Angela Kasper and her husband, Shane, ran a very popular restaurant in Clarksville for about 10 years before
they opened Kasper’s on the beautiful campus of University of the Ozarks in 2019.
Angela said the Clarksville Chamber of Commerce and the University of the Ozarks recruited the couple to open Kasper’s in the Vorhees Building. The building is a stunning native rock structure that began its life as an elementary school in 1940. The Vorhees Building was used as the first pharmacy school in Arkansas, a U.S. Navy meteorology school during World War II, a student union and offices before it became Kasper’s. Additional trivia: The parking lot housed a swimming pool at one time.
Angela said the first time she and her husband toured the building, she felt a sense of peace and comfort. Once the renovation began to turn the building into a restaurant, the couple and construction crew members uncovered layers of original craftsmanship and beauty, including original hardwood floors, solid wood walls and much more. She said the partnership with the University of the Ozarks has been perfect throughout the process and remains so today.
“We repurposed as many items that were within the building as possible and even got creative with items from our family’s farm operations,” she said. Check out the light fixtures when you visit, and see if you can figure out what they once were. And, you must check out the restrooms.
Angie truly loves her restaurant and her customers, and she gets a twinkle in her eyes when she speaks about
them: “We enjoy serving our customers the ‘meat-and-potatoes’ meals that they enjoy, but really enjoy it when they learn to love slightly different dishes that quickly become their new favorites. Our goal was to provide a place that people could sit down and enjoy a good meal together.”
When you visit Kasper’s, try the Fried Trio: fried mushrooms, fried onion rings and spicy cheese curds, served with spicy mayonnaise and homemade ranch dressing. I loved the Italian Nachos, piled high with crisp chips, grilled chicken, a cheese medley, a rich Alfredo sauce, tomatoes and green onions.

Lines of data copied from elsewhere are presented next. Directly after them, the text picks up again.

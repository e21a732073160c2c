import type { Problem } from '../../../shared/schemas/common.ts'

/** A refusal by the server (RFC 9457), or a request that had no answer (`status` 0). */
export class ApiError extends Error {
  readonly status: number
  readonly code: string
  /** What is wrong at which field, by dotted path. */
  readonly fields: { path: string; message: string }[]
  readonly requestId: string | undefined

  constructor(problem: Pick<Problem, 'status' | 'code' | 'detail' | 'fields' | 'requestId'>) {
    super(problem.detail)
    this.name = 'ApiError'
    this.status = problem.status
    this.code = problem.code
    this.fields = problem.fields ?? []
    this.requestId = problem.requestId
  }
}

/** What to tell a person about anything that was thrown. */
export function problemOf(error: unknown): { detail: string; requestId: string | undefined } {
  if (error instanceof ApiError) return { detail: error.message, requestId: error.requestId }
  return { detail: 'Something went wrong in this page. Reload it; what you saved on the server is safe.', requestId: undefined }
}

/** True when the server refused because nobody is signed in (any more). */
export function isSignedOut(error: unknown): boolean {
  return error instanceof ApiError && error.status === 401
}
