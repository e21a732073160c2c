import { useQuery } from '@tanstack/react-query'
import { useEffect, useRef, useState } from 'react'
import { useSearchParams } from 'react-router-dom'
import { paths } from '../../app/paths.ts'
import { claimQuery } from '../../features/claims/queries.ts'
import { constantQuery } from '../../features/constants/queries.ts'
import type { DigitCheckValue } from '../../features/digit-check/components/digit-check.tsx'
import { readSubject } from '../../features/digit-check/subject.ts'
import type { Subject } from '../../features/digit-check/subject.ts'
import { DigitCheckView } from './digit-check-view.tsx'
import type { Against } from './digit-check-view.tsx'

/** Longer pastes stay on the page and out of the address. */
const LONGEST_IN_ADDRESS = 1_500
/** The address follows the typing after a pause, since browsers refuse to change it at every key. */
const PAUSE_MS = 400

export function DigitCheckPage() {
  const [search, setSearch] = useSearchParams()
  const subject = search.get('against') ?? ''
  const [value, setValue] = useState<DigitCheckValue>({ text: search.get('digits') ?? '', reading: search.get('reading') === 'rounded' ? 'rounded' : 'truncated' })
  const against = useAgainst(readSubject(subject))

  const pause = useRef<ReturnType<typeof setTimeout>>(undefined)
  useEffect(() => () => clearTimeout(pause.current), [])
  const show = (next: DigitCheckValue) => {
    setValue(next)
    clearTimeout(pause.current)
    pause.current = setTimeout(() => setSearch((old) => withValue(old, next), { replace: true, preventScrollReset: true }), PAUSE_MS)
  }
  const choose = (text: string) => {
    clearTimeout(pause.current)
    setSearch((old) => {
      const params = withValue(old, value)
      params.set('against', text)
      return params
    })
  }
  return <DigitCheckView subject={subject} against={against} value={value} onSubject={choose} onChange={show} />
}

function withValue(search: URLSearchParams, { text, reading }: DigitCheckValue): URLSearchParams {
  const params = new URLSearchParams(search)
  if (text !== '' && text.length <= LONGEST_IN_ADDRESS) params.set('digits', text)
  else params.delete('digits')
  params.set('reading', reading)
  return params
}

/** Fetches the enclosure of what was named. */
function useAgainst(subject: Subject): Against {
  const constant = useQuery({ ...constantQuery(subject.kind === 'constant' ? subject.number : ''), enabled: subject.kind === 'constant' })
  const claim = useQuery({ ...claimQuery(subject.kind === 'claim' ? subject.number.replace('/', '-') : ''), enabled: subject.kind === 'claim' })

  if (subject.kind === 'none') return { status: 'none' }
  if (subject.kind === 'unreadable') return { status: 'unreadable', reason: subject.reason }
  if (subject.kind === 'interval') return { status: 'ready', lo: subject.lo, hi: subject.hi, of: null }
  const { number } = subject
  const query = subject.kind === 'constant' ? constant : claim
  if (query.error) return { status: 'refused', number, error: query.error, onRetry: () => void query.refetch() }
  if (subject.kind === 'constant' && constant.data) {
    const { best, claims, definition, state } = constant.data
    if (!best) return { status: 'without-enclosure', number, claims: claims.flatMap((each) => (each.number && each.enclosure ? [each.number] : [])) }
    return { status: 'ready', lo: best.lo, hi: best.hi, of: { number, to: paths.constant(number), definition, state } }
  }
  if (subject.kind === 'claim' && claim.data) {
    const { enclosure, definition, state } = claim.data
    if (!enclosure) return { status: 'without-enclosure', number, claims: [] }
    return { status: 'ready', ...enclosure, of: { number, to: paths.claim(number), definition, state } }
  }
  return { status: 'loading', number }
}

Kasper’s is known for excellent steaks that are Iowa Premium Certified Angus Beef, aged at least 30 days and
cut daily, on-site from beef that has never been frozen. I tried the ribeye, which was divinely seasoned and perfectly grilled and plated over a red-wine-mushroom demi-glace and served with baby green beans and a choice of a potato (I selected baked). Angela told me many of the regulars rave about the Kasper’s Chop, a bone-in pork chop. And, she said, the restaurant typically sells out of its Weekend Reserve Only Prime Rib, served Friday and Saturday nights.

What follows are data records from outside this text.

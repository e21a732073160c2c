import type { FieldErrors, FieldValues, Resolver } from 'react-hook-form'
import type { z } from 'zod'

/** Checks a form with a schema of the API: what passes here is what the server is sent. */
export function zodResolver<Input extends FieldValues, Output>(schema: z.ZodType<Output, Input>): Resolver<Input, unknown, Output> {
  return async (values) => {
    const parsed = schema.safeParse(values)
    if (parsed.success) return { values: parsed.data as never, errors: {} }
    const errors: Record<string, unknown> = {}
    for (const issue of parsed.error.issues) place(errors, issue.path, { type: issue.code, message: issue.message })
    return { values: {}, errors: errors as FieldErrors<Input> }
  }
}

/** Puts an error where its path leads; the first one of a field stands. */
function place(errors: Record<string, unknown>, path: PropertyKey[], error: object): void {
  let at = errors
  for (const step of path.slice(0, -1)) at = (at[String(step)] ??= {}) as Record<string, unknown>
  at[String(path.at(-1) ?? 'root')] ??= error
}
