import { problem as problemSchema } from '../../../shared/schemas/common.ts'
import { ApiError } from './errors.ts'

const BASE = '/api/v1'

export type Query = Record<string, string | number | boolean | undefined>

interface RequestOptions {
  body?: unknown
  /** A form with files, in place of a JSON body. */
  form?: FormData
  query?: Query
  signal?: AbortSignal
}

function address(path: string, query: Query = {}): string {
  const entries = Object.entries(query).flatMap(([key, value]) => (value === undefined || value === '' ? [] : [[key, String(value)]]))
  return entries.length === 0 ? BASE + path : `${BASE}${path}?${new URLSearchParams(entries)}`
}

async function send<Answer>(method: string, path: string, { body, form, query, signal }: RequestOptions = {}): Promise<Answer> {
  const headers: Record<string, string> = { accept: 'application/json' }
  if (method !== 'GET') headers['X-Merestone'] = '1'
  if (body !== undefined) headers['content-type'] = 'application/json'
  let response: Response
  try {
    response = await fetch(address(path, query), {
      method, headers, credentials: 'same-origin',
      ...(form ? { body: form } : body === undefined ? {} : { body: JSON.stringify(body) }),
      ...(signal ? { signal } : {}),
    })
  } catch (error) {
    if (signal?.aborted) throw error
    throw new ApiError({ status: 0, code: 'unreachable', detail: 'The server can’t be reached. Check the connection and try again; nothing was lost here.' })
  }
  if (response.ok) return (response.status === 204 ? undefined : await response.json()) as Answer
  throw await refusal(response)
}

/** The server's problem+json as an error; whatever else came back becomes one that says so. */
async function refusal(response: Response): Promise<ApiError> {
  const parsed = problemSchema.safeParse(await response.json().catch(() => null))
  if (parsed.success) return new ApiError(parsed.data)
  return new ApiError({ status: response.status, code: 'unexpected_answer', detail: `The server answered ${response.status} and gave no reason. Try again in a moment.` })
}

/** Calls to the API. Every call throws an ApiError where the server refuses or can't be reached. */
export const api = {
  get: <Answer>(path: string, options?: RequestOptions) => send<Answer>('GET', path, options),
  post: <Answer>(path: string, body: unknown = {}, options?: RequestOptions) => send<Answer>('POST', path, { ...options, body }),
  put: <Answer>(path: string, body: unknown, options?: RequestOptions) => send<Answer>('PUT', path, { ...options, body }),
  patch: <Answer>(path: string, body: unknown, options?: RequestOptions) => send<Answer>('PATCH', path, { ...options, body }),
  delete: <Answer>(path: string, options?: RequestOptions) => send<Answer>('DELETE', path, options),
  upload: <Answer>(path: string, form: FormData) => send<Answer>('POST', path, { form }),
}
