/** The address under which the installation is reached, as the server has written it into the page; without a server, where the page came from. */
export const publicAddress = (): string => document.documentElement.dataset.address || window.location.origin
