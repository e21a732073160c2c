import { useEffect } from 'react'
import { documentTitle, headTags } from '../../../shared/page-head.ts'
import type { PageHead } from '../../../shared/page-head.ts'
import { publicAddress } from './public-address.ts'

/** Marks what belongs to the page at hand; the server marks the tags that it has written in the same way. */
const MARK = 'data-page'

/** Title, description, canonical address and what else the head says of a page: the same that the server writes when it is asked for the page. */
export function useDocumentHead({ title, description, canonical }: PageHead): void {
  useEffect(() => {
    const head = { title, description, canonical }
    document.title = documentTitle(head)
    const tags = headTags(head, publicAddress()).map(({ name, attributes }) => {
      const element = document.createElement(name)
      for (const [key, value] of Object.entries({ ...attributes, [MARK]: '' })) element.setAttribute(key, value)
      return element
    })
    for (const old of document.head.querySelectorAll(`[${MARK}]`)) old.remove()
    document.head.append(...tags)
  }, [title, description, canonical])
}
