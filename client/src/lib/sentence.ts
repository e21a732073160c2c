/** What the schemas say of a field ("is needed", "write a whole number") as a sentence of its own. */
export function sentence(words: string): string {
  const text = words.trim()
  if (text === '') return ''
  // A sentence about k or y begins with the small letter that the variable is.
  const variable = /^[b-z]\b/.test(text)
  const whole = /^(is|has|must|can’t|cannot) /.test(text) ? `This ${text}` : variable ? text : text.charAt(0).toUpperCase() + text.slice(1)
  return /[.!?…]$/.test(whole) ? whole : `${whole}.`
}
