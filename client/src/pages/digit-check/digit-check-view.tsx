import type { FormEvent } from 'react'
import { pageHead } from '../../../../shared/page-head.ts'
import { paths } from '../../app/paths.ts'
import { DigitLine } from '../../components/digit-line/digit-line.tsx'
import { Formula } from '../../components/formula/formula.tsx'
import { Button } from '../../components/ui/button.tsx'
import { ErrorView, Loading } from '../../components/ui/feedback.tsx'
import { Field, TextInput } from '../../components/ui/field.tsx'
import { TextLink } from '../../components/ui/link.tsx'
import { Notice } from '../../components/ui/notice.tsx'
import { MarginNote, Page, Section } from '../../components/ui/page.tsx'
import { StateMark } from '../../components/state-mark/state-mark.tsx'
import type { MarkedState } from '../../components/state-mark/state-mark.tsx'
import { DigitCheckForm } from '../../features/digit-check/components/digit-check.tsx'
import type { DigitCheckValue } from '../../features/digit-check/components/digit-check.tsx'
import type { DefinitionView } from '../../../../shared/schemas/definition.ts'

/** The enclosure that digits are held against, with what it encloses where that is known. */
export type Against =
  | { status: 'none' }
  | { status: 'unreadable'; reason: string }
  | { status: 'loading'; number: string }
  | { status: 'refused'; number: string; error: unknown; onRetry: () => void }
  /** A constant of which nothing is signed yet, with claims that can be named in its place. */
  | { status: 'without-enclosure'; number: string; claims: string[] }
  | { status: 'ready'; lo: string; hi: string; of: { number: string; to: string; definition: DefinitionView; state: MarkedState } | null }

interface DigitCheckViewProps {
  subject: string
  against: Against
  value: DigitCheckValue
  onSubject: (text: string) => void
  onChange: (value: DigitCheckValue) => void
}

/** The digit check by itself: say what the digits are of, paste them. */
export function DigitCheckView({ subject, against, value, onSubject, onChange }: DigitCheckViewProps) {
  const choose = (event: FormEvent<HTMLFormElement>) => {
    event.preventDefault()
    const text = new FormData(event.currentTarget).get('against')
    onSubject(typeof text === 'string' ? text.trim() : '')
  }
  return (
    <Page
      about={pageHead('digitCheck')}
      head={<h1>Digit check</h1>}
      margin={
        <>
          <MarginNote title="What the words mean">
            <dl className="grid gap-1.5">
              <div><dt className="inline font-semibold">confirmed:</dt> <dd className="inline">every number of the enclosure has this digit here;</dd></div>
              <div><dt className="inline font-semibold">refuted:</dt> <dd className="inline">none has;</dd></div>
              <div><dt className="inline font-semibold">undecided:</dt> <dd className="inline">some have, so that a narrower enclosure is needed to tell.</dd></div>
            </dl>
          </MarginNote>
          <MarginNote title="Which constant is it?">
            <p>If you have digits and don’t know of what, <TextLink to={paths.lookUp({ digits: value.text.length <= 200 ? value.text : undefined })}>look them up</TextLink>.</p>
          </MarginNote>
        </>
      }
    >
      <form onSubmit={choose} className="flex flex-wrap items-end gap-x-4 gap-y-2">
        <Field
          label="Against"
          hint="A constant (MST-0042), a claim (MST-0042/1), or an interval [lo, hi]."
          error={against.status === 'unreadable' ? against.reason : null}
          className="w-full max-w-xl"
        >
          {(control) => <TextInput {...control} key={subject} name="against" defaultValue={subject} spellCheck={false} autoComplete="off" autoCapitalize="characters" />}
        </Field>
        <Button type="submit" className="min-h-[2.45rem]">
          Take it
        </Button>
      </form>
      <AgainstShown against={against} />
      {against.status === 'ready' && (
        <Section title="Digits to check" className="mt-8">
          <DigitCheckForm {...value} lo={against.lo} hi={against.hi} onChange={onChange} />
        </Section>
      )}
    </Page>
  )
}

function AgainstShown({ against }: { against: Against }) {
  switch (against.status) {
    case 'none':
    case 'unreadable':
      return <p className="mt-8 max-w-prose text-soft">Name the constant whose digits a manuscript prints. Then paste them, and each digit is told apart.</p>
    case 'loading':
      return <Loading what={`Reading ${against.number}`} />
    case 'refused':
      return (
        <div className="mt-8">
          <ErrorView title={`${against.number} could not be read`} error={against.error} onRetry={against.onRetry} />
        </div>
      )
    case 'without-enclosure':
      return (
        <Notice tone="undecided" title={`No signed enclosure of ${against.number} is in force.`} className="mt-8">
          {against.claims.length === 0
            ? 'Nothing is claimed of it so far, so there is nothing to hold digits against.'
            : <>Hold the digits against one of its claims: {against.claims.map((number, index) => <span key={number}>{index > 0 && ', '}<TextLink to={paths.digitCheck({ against: number })}>{number}</TextLink></span>)}.</>}
        </Notice>
      )
    case 'ready':
      return (
        <div className="mt-8">
          {against.of && (
            <>
              <p className="flex flex-wrap items-baseline gap-x-5">
                <TextLink to={against.of.to}>{against.of.number}</TextLink>
                <StateMark state={against.of.state} />
              </p>
              <Formula display latex={against.of.definition.latex} text={against.of.definition.text} />
            </>
          )}
          <DigitLine lo={against.lo} hi={against.hi} size="large" />
        </div>
      )
  }
}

Angela let me try a new dish that I absolutely loved — Kasper’s Spicy Shrimp. This culinary creation featured Cajun shrimp and Andouille sausage sautéed and placed with aioli on a wedge of jalapeño cornbread topped with spicy compound butter. I can’t tell a fib; I ate the whole thing!

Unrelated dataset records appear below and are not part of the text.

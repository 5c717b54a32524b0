"""Golden texts of reviews made by hand: a change of a format shows as a difference that somebody has to read.

STRESSCHECK_WRITE_SNAPSHOTS=1 in the environment writes them anew; look at the difference before keeping it.
"""

from __future__ import annotations

import os
from pathlib import Path

import pytest
from sample_reviews import EXCEEDED, SAMPLES, VOLT

from stresscheck.report.explain_format import explain
from stresscheck.report.formats import FORMATS, render_all, renderer

GOLDEN = Path(__file__).resolve().parent / "golden"
TEXTS = {f"{name}.{form}.txt": renderer(form)(record) for name, record in SAMPLES.items() for form in FORMATS}
TEXTS["exceeded.color.txt"] = render_all("terminal", [EXCEEDED], color=True)
TEXTS["all.terminal.txt"] = render_all("terminal", list(SAMPLES.values()), width=100)
TEXTS["explain.txt"] = explain(EXCEEDED, VOLT.id)


@pytest.mark.parametrize("name", TEXTS)
def test_text_of_a_sample_is_the_golden_one(name: str) -> None:
    golden = GOLDEN / name
    if os.environ.get("STRESSCHECK_WRITE_SNAPSHOTS") == "1":
        GOLDEN.mkdir(exist_ok=True)
        golden.write_text(TEXTS[name], encoding="utf-8", newline="\n")
    assert TEXTS[name] == golden.read_text(encoding="utf-8")


def test_no_golden_text_is_left_over() -> None:
    assert sorted(p.name for p in GOLDEN.iterdir()) == sorted(TEXTS)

Kasper’s has many desserts, including creme brulee in varieties that change with the season.
Angela served me the Affogato — ice cream in a sundae glass drizzled with espresso, caramel and chocolate sauce. Be prepared to fall in love with the Affogato. The Strawberry and Creme Cake at Kasper’s can only be found at the Clarksville establishment, as it is proprietary to the restaurant. The must-try cake features nine glorious layers of strawberry cake and sweet buttermilk cream cheese.
The staff at Kasper’s is as charming at the restaurant. Many of the “A Team” at Kasper’s worked with Angela at her previous restaurant, and they are just as personable and caring here.